BBC director general Tony Hall proposes redundancy payment cap of £150,000 after 'obscene' settlements
The BBC is set to cap the redundancy payments for senior executives at £150,000 after stinging criticism of 'obscene' settlements, including George Entwistle's £450,000 agreement after just 54 days in the post of director general.
Pressure: Tony Hall has proposed a £150,000 cap
The NUJ welcomed the moves after campaigns from the union's representatives at the BBC to have payments capped. Concerns were also raised by the House of Commons Public Accounts Committee, chaired by Maragaret Hodge, which noted severance payments to 10 senior managers at a total cost of more than £4m.
The largest payment was £949,000 to the BBC's former deputy director general Mark Byford, while the BBC's former chief operating officer, Caroline Thomson, received a package of £670,000.
Director general of the BBC, Tony Hall, told staff in a statement: "Since I arrived at the BBC at the beginning of the month, a key concern from people I have met has been the large amount of severance pay, including redundancy, the BBC has paid to former managers. Today I am proposing capping these payments at £150,000.
"I believe we have to address this because the settlements of the past can no longer be justified."
Anger has been expressed by the NUJ over the high redundancy payments while staff face up to 2,000 job cuts as part of the BBC's Delivering Quality First (DQF) programme.
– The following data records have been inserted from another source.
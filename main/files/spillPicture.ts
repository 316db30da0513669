import { type PixelFacts, SpilledPixels } from './spilledPixels.ts';
import { SpillFile } from './spillFile.ts';
import { tiffPixelsAt } from './tiffDirectory.ts';
import { uncompressedTiff } from './tiffWriter.ts';

/** Takes the rows of a picture, from top to bottom, into a temporary TIFF that the image library can read. */
export class PictureSpill {
  #at = tiffPixelsAt;

  private constructor(
    readonly file: SpillFile,
    readonly facts: PixelFacts,
  ) {}

  /** @throws FileError where the temporary folder takes no file */
  static async begin(facts: PixelFacts): Promise<PictureSpill> {
    return new PictureSpill(await SpillFile.create(), facts);
  }

  async append(rows: Uint8Array | Uint16Array, signal?: AbortSignal): Promise<void> {
    const bytes = new Uint8Array(rows.buffer, rows.byteOffset, rows.byteLength);
    await this.file.write(bytes, this.#at, signal);
    this.#at += bytes.length;
  }

  /** @throws RangeError where rows are missing */
  async finish(): Promise<SpilledPixels> {
    const { widthPx, heightPx, channels, bytesPerSample } = this.facts;
    const expected = tiffPixelsAt + widthPx * heightPx * channels * bytesPerSample;
    if (this.#at !== expected)
      throw new RangeError(`Expected ${expected} bytes of picture but received ${this.#at}`);
    const { header, tail, tailAt } = uncompressedTiff(this.facts);
    await this.file.write(header, 0);
    await this.file.write(tail, tailAt);
    return new SpilledPixels(this.file, this.facts, tiffPixelsAt);
  }

  discard(): void {
    this.file.discard();
  }
}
Easter TV schedules were disrupted last month after a strike over the plans and claims of institutionalised bullying. Earlier this month, the NUJ called on Tony Hall to prevent job cuts as he took up the role of director general.
NUJ general secretary Michelle Stanistreet said: "This is a welcome development. These obscene payments were being paid while other members of the BBC were being forced out of their jobs.
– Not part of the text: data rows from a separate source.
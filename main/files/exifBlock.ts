import type { PhotoCredits } from './photoCredits.ts';
import { bytesOfType, fieldType, type TiffField } from './tiffDirectory.ts';

// EXIF travels as a small TIFF: a byte-order mark, directories of 12-byte entries, values by offset
// (CIPA DC-008). Everything is changed in place, so offsets inside maker notes stay true.

const tag = {
  orientation: 0x0112,
  xResolution: 0x011a,
  yResolution: 0x011b,
  resolutionUnit: 0x0128,
  exifDirectory: 0x8769,
  gpsDirectory: 0x8825,
  pixelWidth: 0xa002,
  pixelHeight: 0xa003,
  imageDescription: 0x010e,
  software: 0x0131,
  artist: 0x013b,
  copyright: 0x8298,
  makerNote: 0x927c,
};
const { ascii: asciiType, short: shortType, long: longType, rational: rationalType } = fieldType;

interface Entry {
  tag: number;
  type: number;
  count: number;
  /** Where the value itself lies. */
  valueAt: number;
  /** Where the entry lies. */
  at: number;
}

interface Directory {
  at: number;
  entries: Entry[];
  /** Where the offset of the next directory is stored. */
  nextAt: number;
}

interface ExifBytes {
  bytes: Uint8Array;
  view: DataView;
  littleEndian: boolean;
}

function readDirectory({ view, littleEndian }: ExifBytes, at: number): Directory | undefined {
  if (at < 8 || at + 2 > view.byteLength) return undefined;
  const count = view.getUint16(at, littleEndian);
  const nextAt = at + 2 + count * 12;
  if (nextAt + 4 > view.byteLength) return undefined;
  const entries: Entry[] = [];
  for (let entryAt = at + 2; entryAt < nextAt; entryAt += 12) {
    const type = view.getUint16(entryAt + 2, littleEndian);
    const valueCount = view.getUint32(entryAt + 4, littleEndian);
    const size = (bytesOfType[type] ?? 1) * valueCount;
    const valueAt = size <= 4 ? entryAt + 8 : view.getUint32(entryAt + 8, littleEndian);
    if (valueAt + size > view.byteLength) continue;
    entries.push({
      tag: view.getUint16(entryAt, littleEndian),
      type,
      count: valueCount,
      valueAt,
      at: entryAt,
    });
  }
  return { at, entries, nextAt };
}

function setNumber(exif: ExifBytes, entry: Entry | undefined, value: number): void {
  if (entry?.count !== 1) return;
  if (entry.type === shortType) exif.view.setUint16(entry.valueAt, value, exif.littleEndian);
  else if (entry.type === longType) exif.view.setUint32(entry.valueAt, value, exif.littleEndian);
  else if (entry.type === rationalType) {
    exif.view.setUint32(entry.valueAt, Math.round(value * 1000), exif.littleEndian);
    exif.view.setUint32(entry.valueAt + 4, 1000, exif.littleEndian);
  }
}

function subDirectory(exif: ExifBytes, parent: Directory, which: number): Directory | undefined {
  const pointer = parent.entries.find((entry) => entry.tag === which);
  if (pointer?.type !== longType || pointer.count !== 1) return undefined;
  return readDirectory(exif, exif.view.getUint32(pointer.valueAt, exif.littleEndian));
}

/** Blanks a directory's values and entries, and takes the entry that leads to it out of its parent. */
function removeSubDirectory(exif: ExifBytes, parent: Directory, which: number): void {
  const pointer = parent.entries.find((entry) => entry.tag === which);
  if (!pointer) return;
  const directory = subDirectory(exif, parent, which);
  if (directory) {
    for (const { type, count, valueAt } of directory.entries)
      exif.bytes.fill(0, valueAt, valueAt + (bytesOfType[type] ?? 1) * count);
    exif.bytes.fill(0, directory.at, directory.nextAt + 4);
  }
  exif.bytes.copyWithin(pointer.at, pointer.at + 12, parent.nextAt + 4);
  const entryCount = exif.view.getUint16(parent.at, exif.littleEndian);
  exif.view.setUint16(parent.at, entryCount - 1, exif.littleEndian);
}

/** The second directory describes a small picture of the unpainted photo, so it has no place in a painting. */
function removeThumbnail(exif: ExifBytes, first: Directory): void {
  const thumbnail = readDirectory(exif, exif.view.getUint32(first.nextAt, exif.littleEndian));
  exif.view.setUint32(first.nextAt, 0, exif.littleEndian);
  if (!thumbnail) return;
  const pick = (which: number) => thumbnail.entries.find((entry) => entry.tag === which);
  const start = pick(0x0201);
  const length = pick(0x0202);
  if (start?.type !== longType || length?.type !== longType) return;
  const from = exif.view.getUint32(start.valueAt, exif.littleEndian);
  const to = from + exif.view.getUint32(length.valueAt, exif.littleEndian);
  if (from > 8 && to <= exif.bytes.length) exif.bytes.fill(0, from, to);
}

/** What has to hold for the painted file. */
export interface ExifChanges {
  widthPx: number;
  heightPx: number;
  densityPpi?: number;
  /**
   * `essential`, unless given: all but where the photo was taken and what the camera's maker noted for itself. XMP and
   * IPTC blocks are not carried.
   */
  metadata?: 'all' | 'essential';
  /** What it is painted by, in words. */
  description?: string;
  software?: string;
}

const prefix = 'Exif\0\0';

/** The TIFF inside an EXIF block, without the "Exif" mark that JPEG puts before it. */
export function withoutExifMark(block: Uint8Array): Uint8Array {
  const marked = Buffer.from(block.subarray(0, prefix.length)).toString('latin1') === prefix;
  return marked ? block.subarray(prefix.length) : block;
}

/** EXIF of a photo that has none: an empty directory, little-endian. */
export const emptyExif = (): Uint8Array => Uint8Array.from([0x49, 0x49, 42, 0, 8, 0, 0, 0, 0, 0, 0, 0, 0, 0]);

/**
 * The block with creator and copyright where it names none; a new block where there is none.
 * @returns the block itself where nothing is missing or it cannot be understood
 */
export function withCredits(
  block: Uint8Array | undefined,
  { creator, copyright }: PhotoCredits,
): Uint8Array | undefined {
  const exif = parseBlock(block ?? emptyExif());
  const first = exif && firstDirectory(exif);
  if (!first) return block;
  const names = (which: number) =>
    first.entries.some((entry) => entry.tag === which && exif.bytes[entry.valueAt] !== 0);
  const texts: [number, string][] = [];
  if (creator && !names(tag.artist)) texts.push([tag.artist, creator]);
  if (copyright && !names(tag.copyright)) texts.push([tag.copyright, copyright]);
  return texts.length > 0 ? withTexts(exif, first, texts) : block;
}

/** A copy of a block to work on; undefined where it does not begin as one. */
function parseBlock(block: Uint8Array): ExifBytes | undefined {
  const bytes = new Uint8Array(withoutExifMark(block));
  const mark = Buffer.from(bytes.subarray(0, 4)).toString('latin1');
  if (bytes.length < 14 || (mark !== 'II*\0' && mark !== 'MM\0*')) return undefined;
  return { bytes, view: new DataView(bytes.buffer), littleEndian: mark.startsWith('II') };
}

function firstDirectory(exif: ExifBytes): Directory | undefined {
  return readDirectory(exif, exif.view.getUint32(4, exif.littleEndian));
}

/** Blanks one entry's value and takes the entry out of its directory. */
function removeEntry(exif: ExifBytes, directory: Directory, which: number): void {
  const entry = directory.entries.find((candidate) => candidate.tag === which);
  if (!entry) return;
  const size = (bytesOfType[entry.type] ?? 1) * entry.count;
  exif.bytes.fill(0, entry.valueAt, entry.valueAt + size);
  exif.bytes.copyWithin(entry.at, entry.at + 12, directory.nextAt + 4);
  const entryCount = exif.view.getUint16(directory.at, exif.littleEndian);
  exif.view.setUint16(directory.at, entryCount - 1, exif.littleEndian);
}

/**
 * The block with texts in its first directory. The directory is written anew at the end and nothing else is moved, so
 * that offsets inside the block stay true.
 * @param texts tag → text, stored as UTF-8 (which EXIF 3.0 permits and readers take for ASCII otherwise)
 */
function withTexts(
  exif: ExifBytes,
  first: Directory,
  texts: readonly (readonly [number, string])[],
): Uint8Array {
  const { bytes, littleEndian } = exif;
  const kept = first.entries.filter((entry) => !texts.some(([which]) => which === entry.tag));
  const values = texts.map(([which, text]) => ({ which, value: Buffer.from(`${text}\0`, 'utf8') }));
  const start = bytes.length + (bytes.length % 2);
  const count = kept.length + values.length;
  const behind = start + 2 + count * 12 + 4;
  const out = Buffer.alloc(
    behind + values.reduce((sum, { value }) => sum + value.length + (value.length % 2), 0),
  );
  out.set(bytes, 0);
  const put16 = (value: number, at: number) =>
    littleEndian ? out.writeUInt16LE(value, at) : out.writeUInt16BE(value, at);
  const put32 = (value: number, at: number) =>
    littleEndian ? out.writeUInt32LE(value, at) : out.writeUInt32BE(value, at);
  put32(start, 4);
  put16(count, start);
  const entries = [
    ...kept.map((entry) => ({ which: entry.tag, raw: bytes.subarray(entry.at, entry.at + 12), value: null })),
    ...values.map(({ which, value }) => ({ which, raw: null, value })),
  ].sort((a, b) => a.which - b.which);
  let at = start + 2;
  let valueAt = behind;
  for (const { which, raw, value } of entries) {
    if (raw) out.set(raw, at);
    else if (value) {
      put16(which, at);
      put16(asciiType, at + 2);
      put32(value.length, at + 4);
      if (value.length <= 4) out.set(value, at + 8);
      else {
        put32(valueAt, at + 8);
        out.set(value, valueAt);
        valueAt += value.length + (value.length % 2);
      }
    }
    at += 12;
  }
  return new Uint8Array(out);
}

/**
 * A copy of the photo's EXIF that is true of the painting: upright, its own size and density, no thumbnail of
 * the photo, no location unless all is asked for, and what it is painted by.
 * @returns the TIFF without the "Exif" mark, or undefined where the block cannot be understood
 */
export function exifForPainting(block: Uint8Array, changes: ExifChanges): Uint8Array | undefined {
  const exif = parseBlock(block);
  if (!exif) return undefined;
  let first = firstDirectory(exif);
  if (!first) return undefined;
  removeThumbnail(exif, first);
  if (changes.metadata !== 'all') {
    removeSubDirectory(exif, first, tag.gpsDirectory);
    const details = subDirectory(exif, first, tag.exifDirectory);
    if (details) removeEntry(exif, details, tag.makerNote);
  }
  first = firstDirectory(exif);
  if (!first) return undefined;
  const entry = (directory: Directory | undefined, which: number) =>
    directory?.entries.find((candidate) => candidate.tag === which);
  setNumber(exif, entry(first, tag.orientation), 1);
  if (changes.densityPpi) {
    setNumber(exif, entry(first, tag.xResolution), changes.densityPpi);
    setNumber(exif, entry(first, tag.yResolution), changes.densityPpi);
    setNumber(exif, entry(first, tag.resolutionUnit), 2);
  }
  const details = subDirectory(exif, first, tag.exifDirectory);
  setNumber(exif, entry(details, tag.pixelWidth), changes.widthPx);
  setNumber(exif, entry(details, tag.pixelHeight), changes.heightPx);
  const texts: [number, string][] = [];
  if (changes.description) texts.push([tag.imageDescription, changes.description]);
  if (changes.software) texts.push([tag.software, changes.software]);
  return texts.length > 0 ? withTexts(exif, first, texts) : exif.bytes;
}

/** Only true at their own place or size in the photo's file. */
const placeBound = new Set([
  0x0100,
  0x0101,
  0x0102,
  0x0103,
  0x0106,
  0x0111,
  0x0112,
  0x0115,
  0x0116,
  0x0117,
  0x011a,
  0x011b,
  0x011c,
  0x0128,
  0x0213,
  tag.exifDirectory,
  tag.gpsDirectory,
  0xa005,
  tag.makerNote,
  0x8773,
]);

/**
 * The entries of an EXIF block, for a TIFF, which has them in directories of its own.
 * @param block as `exifForPainting` gives it
 */
export function exifFields(block: Uint8Array): {
  main: TiffField[];
  capture: TiffField[];
  place: TiffField[];
} {
  const bytes = new Uint8Array(block);
  const view = new DataView(bytes.buffer);
  const exif: ExifBytes = { bytes, view, littleEndian: bytes[0] === 0x49 };
  const first = readDirectory(exif, view.getUint32(4, exif.littleEndian));
  const fieldsIn = (directory: Directory | undefined) =>
    (directory?.entries ?? [])
      .filter((entry) => !placeBound.has(entry.tag) && bytesOfType[entry.type] !== undefined)
      .map((entry) => fieldOf(exif, entry));
  return {
    main: fieldsIn(first),
    capture: fieldsIn(first && subDirectory(exif, first, tag.exifDirectory)),
    place: fieldsIn(first && subDirectory(exif, first, tag.gpsDirectory)),
  };
}

function fieldOf(
  { bytes, view, littleEndian }: ExifBytes,
  { tag: which, type, count, valueAt }: Entry,
): TiffField {
  const size = bytesOfType[type] ?? 1;
  if (size === 1) return { tag: which, type, values: bytes.slice(valueAt, valueAt + count) };
  const step = size === 2 ? 2 : 4;
  const numbers = Array.from({ length: (count * size) / step }, (_, i) =>
    step === 2
      ? view.getUint16(valueAt + 2 * i, littleEndian)
      : view.getUint32(valueAt + 4 * i, littleEndian),
  );
  return { tag: which, type, values: numbers };
}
"The so-called Delivering Quality First programme will involve the loss of 2,000 jobs across the BBC - you can't make cuts of that size without seriously undermining quality journalism."
The NUJ reiterated its call for a six-month moratorium for discussions with BBC management on how to manage cuts and impact on staff and services.
"This is a genuine offer to discuss how they can best be made without having a detrimental impact on the quality of programmes and without adding to the workload and stress levels of our members," added Stanistreet.
"At present we have a situation where redundancies are being made in one part of the organisation while vacancies are being advertised in another."
The BBC said consultations with individuals and recognised trade unions will continue before proposals are finalised.